- Leagues: Serbian League WABA League 2
- Founded: 2008; 18 years ago
- Arena: USC "Bobana Momčilović Veličković" (capacity: 4.500)
- Location: Bor, Serbia
- Team colors: Green and Black
- Head coach: Dejan Jakovljević

= KK Rudar 1903 =

Serbian basketball club

KK Rudar Bor 1903 (Кошаркашки клуб Рудар 1903, Basketball Club Rudar 1903) is a professional basketball club based in Bor, Serbia. They are currently competing in the Second Women's Basketball League of Serbia and WABA League 2.

== History ==

Rudar 1903 was founded in 2008 and from the very beginning developed both men's and women's basketball across all age groups. Since 2025, the club has been focused exclusively on women's teams. The club is a member of the Basketball Federation of Serbia, the Regional Basketball Federation of Eastern Serbia, and the Sports Association of the City of Bor. Since 2021, the club has competed in the Second Women's League of Serbia, the second-highest level of women's basketball in the country, while also running three younger competitive teams that play in the regional basketball federations of Eastern, Southern, and Central Serbia. The club officially has 319 licensed athletes and 6 licensed coaches, with 1 more currently in training.
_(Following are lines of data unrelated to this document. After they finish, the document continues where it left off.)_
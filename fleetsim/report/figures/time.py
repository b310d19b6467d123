"""Figures over the horizon and of round phases: 100% share bars, rounds and eligible devices
per hour, round-duration histograms and server load."""

from __future__ import annotations

from collections.abc import Sequence
from datetime import datetime
from typing import Any

import numpy as np
from matplotlib.lines import Line2D
from matplotlib.patches import Patch
from matplotlib.ticker import MaxNLocator

from ..style import COLOURS, HATCHES, INK, MUTED, figure, fill, short, svg_of
from .common import bars_h, edge, mark_off_scale, pct_label, scale, text_on, time_axis

__all__ = ["share_rows", "rounds_over_time", "durations", "load"]


# ------------------------------------------------------------------------------ shares


def _segment(key: str) -> dict[str, Any]:
    """A share bar's fill: hatched keys as :func:`fleetsim.report.style.fill` draws them, others
    with their edge (the pale weight colour gets a dark one)."""
    if key in HATCHES:
        return fill(key)
    return {"facecolor": COLOURS[key], "edgecolor": edge(key), "linewidth": 0.6}


def share_rows(rows: Sequence[tuple[str, Sequence[tuple[str, float]]]], legend: dict[str, str], prefix: str) -> str:
    """Horizontal 100% bars: one per row, segments (colour key, share) left to right; ``legend`` names each key."""
    with figure(0.55 * len(rows) + 0.9) as fig:
        ax = fig.add_subplot()
        labels = [label for label, _ in rows]
        y = bars_h(ax, labels)
        seen: list[str] = []
        for yi, (_, segments) in zip(y, rows, strict=True):
            left = 0.0
            for key, share in segments:
                if not np.isfinite(share) or share <= 0:
                    continue
                ax.barh(yi, share, left=left, height=0.62, **_segment(key))
                if share >= 0.07:
                    ax.text(left + share / 2, yi, pct_label(share), ha="center", va="center", fontsize=8.5,
                            color=text_on(COLOURS[key]))
                if key not in seen:
                    seen.append(key)
                left += share
        ax.set_xlim(0, 1)
        ax.set_xticks(np.linspace(0, 1, 6), [f"{v:.0%}" for v in np.linspace(0, 1, 6)])
        ax.grid(axis="x", visible=False)
        ax.spines["left"].set_visible(False)
        ax.tick_params(axis="y", length=0)
        handles = [Patch(**_segment(k), label=legend[k]) for k in legend if k in seen]
        fig.legend(handles=handles, loc="outside upper left", ncols=min(len(handles), 3))
        return svg_of(fig, prefix)


def rounds_over_time(
    n_hours: int,
    start: datetime,
    statuses: dict[str, np.ndarray],
    eligible: dict[str, np.ndarray],
    warm_hours: int,
    prefix: str,
) -> str:
    """Rounds closed per hour by status (stacked bars) above eligible devices per hour, one panel per region."""
    n_regions = len(eligible)
    heights = [2.2] + [0.62] * n_regions
    with figure(sum(heights) + 1.1) as fig:
        axes = fig.subplots(1 + n_regions, 1, sharex=True, gridspec_kw={"height_ratios": heights, "hspace": 0.08})
        axes = np.atleast_1d(axes)
        top = axes[0]
        edges = np.arange(n_hours + 1)
        bottom = np.zeros(n_hours)
        handles = []
        for status, counts in statuses.items():
            # One filled step patch per status (hundreds of bars would make a heavy SVG).
            top.stairs(bottom + counts, edges, baseline=bottom, fill=True, **fill(status))
            bottom = bottom + counts
            handles.append(Patch(**fill(status), label=f"{status.replace('_', ' ')} rounds"))
        top.set_ylabel("rounds closed\nper hour")
        top.legend(handles=handles, loc="upper left", ncols=len(handles), bbox_to_anchor=(0, 1.18))
        time_axis(top, n_hours, start, labels=False)
        top_e, shown_e = scale(list(eligible.values()), warm_hours)
        for ax, (region, counts) in zip(axes[1:], eligible.items(), strict=True):
            ax.fill_between(np.arange(n_hours + 1), np.append(counts, counts[-1:]), step="post",
                            color=COLOURS["eligible"], alpha=0.35, linewidth=0)
            ax.step(np.arange(n_hours + 1), np.append(counts, counts[-1:]), where="post",
                    color=COLOURS["eligible"], linewidth=1.1)
            ax.set_ylim(0, max(top_e, 1.0))
            ax.set_yticks([0, shown_e], ["0", f"{shown_e:,.0f}"])
            mark_off_scale(ax, counts, top_e)
            ax.text(0.005, 0.93, short(region), transform=ax.transAxes, ha="left", va="top", fontsize=8.5,
                    color=INK, bbox={"facecolor": "white", "edgecolor": "none", "alpha": 0.75, "pad": 1.0})
            ax.grid(axis="y", visible=False)
            time_axis(ax, n_hours, start, labels=ax is axes[-1])
        if n_regions:
            axes[1 + (n_regions - 1) // 2].set_ylabel("eligible devices\n(mean per hour)")
        axes[-1].set_xlabel("simulated time (UTC)")
        return svg_of(fig, prefix)


# ------------------------------------------------------------------------------ durations


def durations(
    panels: Sequence[tuple[str, str, np.ndarray, dict[str, float | None], float, str]],
    prefix: str,
) -> str:
    """Histograms side by side: (title, colour key, values s, percentiles, limit s, limit name)."""
    styles: tuple[tuple[str, Any], ...] = (("p50", "--"), ("p90", "-."), ("p99", ":"))
    with figure(3.3) as fig:
        axes = np.atleast_1d(fig.subplots(1, len(panels)))
        for ax, (title, key, values, pct, limit, limit_name) in zip(axes, panels, strict=True):
            upper = max(float(limit), float(np.max(values)) if values.size else 0.0, 1.0)
            bins = np.linspace(0, upper, 41)
            ax.hist(values, bins=bins, color=COLOURS[key], linewidth=0)
            marks = " \u00b7 ".join(f"{name} {pct[name]:.0f} s" for name, _ in styles if pct.get(name) is not None)
            ax.set_title(f"{title}\n{marks or 'no rounds'}; {limit_name} {limit:.0f} s", loc="left",
                         fontweight="normal", fontsize=9)
            ax.set_xlabel("seconds")
            ax.set_ylabel("rounds")
            ax.set_xlim(0, upper * 1.02)
            ax.yaxis.set_major_locator(MaxNLocator(integer=True))
            ax.axvline(limit, color=MUTED, linewidth=2.4, alpha=0.55)
            for name, style in styles:
                v = pct.get(name)
                if v is not None:
                    ax.axvline(v, color=INK, linewidth=1.1, linestyle=style)
            if not values.size:
                ax.set_ylim(0, 1)
                ax.text(0.5, 0.5, "no rounds", transform=ax.transAxes, ha="center", color=MUTED)
        handles = [Line2D([], [], color=MUTED, linewidth=2.4, alpha=0.55, label="timeout or deadline")]
        handles += [Line2D([], [], color=INK, linewidth=1.1, linestyle=style, label=name) for name, style in styles]
        fig.legend(handles=handles, loc="outside upper left", ncols=4)
        return svg_of(fig, prefix)


# ------------------------------------------------------------------------------ load


def _extra_panel(ax: Any, edges: np.ndarray, title: str, label: str, values: np.ndarray, kind: str) -> None:
    """One more hourly panel under the load figure: a share (``pct``) as a step line, or an amount as bars."""
    finite = np.where(np.isfinite(values), values, 0.0)
    if kind == "pct":  # an hour with nothing answered has no share: a gap in the line
        ax.step(edges, np.append(values, values[-1:]), where="post", color=COLOURS["eligible"], linewidth=1.2)
        # An estimated share can fall below 0 (more accepted than estimated): shown, not cut off.
        low = min(0.0, float(np.nanmin(values)) * 1.1) if np.isfinite(values).any() else 0.0
        ax.set_ylim(low, 1)
        ticks = ([low] if low < -0.05 else []) + [0.0, 0.5, 1.0]
        ax.set_yticks(ticks, [f"{t:.0%}" for t in ticks])
        ax.axhline(0.0, color=MUTED, linewidth=0.8)
    else:
        ax.stairs(finite, edges, fill=True, color=COLOURS["accepted"], linewidth=0)
        ax.set_ylim(0, max(float(finite.max()) * 1.15 if finite.size else 0.0, 1.0))
    ax.set_ylabel(label)
    ax.set_title(title)


def load(
    n_hours: int,
    start: datetime,
    checkins_per_s: np.ndarray,
    checkins_title: str,
    peak_working: np.ndarray,
    mean_working: float | None,
    extra: Sequence[tuple[str, str, np.ndarray, str]],
    warm_hours: int,
    prefix: str,
) -> str:
    """Check-ins per second by hour (``checkins_title`` says how they were obtained) above the
    peak number of devices working in each hour, then one panel per ``extra`` (title, axis
    label, hourly values, ``pct`` or ``num``)."""
    heights = [1.0, 1.0] + [0.7] * len(extra)
    with figure(4.0 + 1.35 * len(extra)) as fig:
        axes = np.atleast_1d(fig.subplots(2 + len(extra), 1, sharex=True, gridspec_kw={"height_ratios": heights}))
        top, bottom = axes[0], axes[1]
        edges = np.arange(n_hours + 1)
        top.fill_between(edges, np.append(checkins_per_s, checkins_per_s[-1:]), step="post",
                         color=COLOURS["eligible"], alpha=0.35, linewidth=0)
        top.step(edges, np.append(checkins_per_s, checkins_per_s[-1:]), where="post", color=COLOURS["eligible"],
                 linewidth=1.2)
        top.set_ylabel("check-ins per second")
        top_c, _ = scale([checkins_per_s], warm_hours)
        top.set_ylim(0, top_c)
        mark_off_scale(top, checkins_per_s, top_c)
        top.set_title(checkins_title)
        time_axis(top, n_hours, start, labels=False)
        bottom.stairs(peak_working, edges, fill=True, color=COLOURS["accepted"], linewidth=0,
                      label="peak devices working in the hour")
        if mean_working is not None:
            bottom.axhline(mean_working, color=INK, linestyle="--", linewidth=1.0,
                           label=f"mean over the run ({mean_working:.1f})")
        bottom.set_ylabel("devices")
        bottom.set_title("Devices working at once")
        bottom.legend(loc="upper right", ncols=2)
        top_w, _ = scale([peak_working], warm_hours)
        bottom.set_ylim(0, top_w * 1.2)
        mark_off_scale(bottom, peak_working, top_w * 1.2)
        for ax, (title, label, values, kind) in zip(axes[2:], extra, strict=True):
            _extra_panel(ax, edges, title, label, values, kind)
        for ax in axes:
            time_axis(ax, n_hours, start, labels=ax is axes[-1])
        axes[-1].set_xlabel("simulated time (UTC)")
        return svg_of(fig, prefix)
It also has a sports manager and four basketball instructors working with younger age groups. Since 2026 Rudar 1903 is competing in regional WABA League 2.

==Notable Achievements==

In the 2020/21 season, the club earned promotion to the Second Women's League, where it has remained a stable and competitive team ever since. One of the standout players has been captain Marija Cvijović — the team's leading player and the league's top scorer in the 2023/24 season, while in the 2024/25 and 2025/26 seasons she finished as the second-best scorer in the league. She was also named the second-best female athlete of the City of Bor in both 2024 and 2025.